If either Party (an “Indemnified Party”) becomes aware of any claim or action for which it seeks indemnification under Sections 8.1 or 8.2, it must promptly notify the other Party (the “Indemnifying Party”) in writing. The Indemnified Party shall cooperate with the Indemnifying Party in the defense of the claim. Any settlement or compromise of the claim requires prior written consent from both Parties, which shall not be unreasonably withheld.

9. GOVERNMENT MATTERS

Customer agrees not to export or re-export the AVA Platform or any direct product thereof in violation of any applicable U.S. or foreign export laws or regulations. The AVA Platform (including software, documentation, and related data) is considered “commercial items” under U.S. export regulations, and any use, reproduction, or disclosure by the U.S. Government shall be governed solely by these Terms of Use.

10. GENERAL

10.1 Force Majeure.

No Party will be liable for delays or failures in performance due to events beyond its reasonable control, including but not limited to natural disasters, acts of terrorism, war, riots, labor disputes, disruptions in communications or utilities, or other similar events.

10.2 Severability.

If any provision of these Terms of Use is found to be unenforceable, that provision will be reformed only to the extent necessary to render it enforceable, and the remaining provisions will continue in full force and effect.

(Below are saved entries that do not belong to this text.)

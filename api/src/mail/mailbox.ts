import { readdir, readFile } from 'node:fs/promises'
import { join } from 'node:path'
import { MailMessage, type MailSummary } from '@shared/schemas/users'

/**
 * Reads the messages the local mail sink captured (one JSON file per message).
 * Only used when MAIL_SINK_DIR is configured, i.e. with the demo/test sink.
 */
export async function listMail(dir: string, limit = 200): Promise<MailSummary[]> {
  const names = (await readdir(dir).catch(() => [] as string[])).filter(n => n.endsWith('.json')).sort().reverse()
  const items: MailSummary[] = []
  for (const name of names.slice(0, limit)) {
    const m = await readMessageFile(join(dir, name))
    if (m) items.push({ id: m.id, to: m.to, from: m.from, subject: m.subject, receivedAt: m.receivedAt })
  }
  return items
}

export async function getMail(dir: string, id: string): Promise<MailMessage | undefined> {
  if (!/^[A-Za-z0-9_-]{1,80}$/.test(id)) return undefined
  return readMessageFile(join(dir, `${id}.json`))
}

async function readMessageFile(path: string): Promise<MailMessage | undefined> {
  try {
    const parsed = MailMessage.safeParse(JSON.parse(await readFile(path, 'utf8')))
    return parsed.success ? parsed.data : undefined
  } catch {
    return undefined
  }
}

10.3 Relationship of the Parties.

Nothing in these Terms of Use shall be construed to create a relationship of agency, employment, partnership, joint venture, or franchise between the Parties. Neither Party has the authority to bind the other or incur obligations on behalf of the other.

10.4 Remedies.

Each Party acknowledges that a breach of Section 5 (Confidentiality) may cause irreparable harm for which monetary damages may be inadequate. In such cases, the non-breaching Party is entitled to seek injunctive or other equitable relief in addition to any other remedies available at law or in equity.

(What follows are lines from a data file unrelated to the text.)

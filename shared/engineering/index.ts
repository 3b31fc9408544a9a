/**
 * Public API of the BRBF engineering engine. Pure functions, canonical units inside
 * (kip, in, ksi, in², kip/in, lb); `sizeFrame` converts from and to the request's unit system.
 */
export * from './errors'
export * from './geometry'
export * from './demand'
export * from './core-size'
export * from './capacity-basis'
export * from './adjusted-strength'
export * from './frame-forces'
export * from './stiffness'
export * from './weight'
export * from './code-tables'
export * from './size-frame-input'
export * from './size-frame-result'
export * from './size-frame'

10.5 Governing Law; Consent to Jurisdiction.

These Terms of Use shall be governed by and construed in accordance with the laws of the State of Delaware, without regard to its conflict of law provisions. Each Party irrevocably consents to the exclusive jurisdiction of the state and federal courts located in Delaware for any dispute arising under or relating to these Terms of Use.

10.6 Assignment; Binding Effect.

Neither Party may assign or transfer these Terms of Use, in whole or in part, without the prior written consent of the other Party, except that a Party may assign these Terms of Use to an affiliate or successor entity in connection with a merger or sale of substantially all of its assets related to these Terms. Any attempted assignment in violation of this provision shall be null and void. Subject to the foregoing, these Terms of Use shall be binding upon and inure to the benefit of the Parties and their respective successors and permitted assigns.

10.7 Notices.

All notices under these Terms of Use must be in writing, reference these Terms of Use, and be sent to the address provided in the applicable Order Form. Notices will be deemed given when delivered personally, three (3) days after being sent by registered or certified mail (with return receipt requested), when receipt is confirmed by email, or one (1) day after being sent via a recognized overnight courier.

10.8 No Waiver.

Failure by either Party to enforce any provision of these Terms of Use shall not constitute a waiver of future enforcement of that or any other provision.

10.9 Complete Agreement.

These Terms of Use constitute the entire agreement between the Parties regarding the subject matter herein and supersede all prior or contemporaneous agreements or understandings. In the event of any conflict between these Terms of Use and any Order Form, these Terms shall prevail unless the Order Form expressly amends a specific provision. No modification or waiver of any provision shall be effective unless in writing and signed by authorized representatives of both Parties.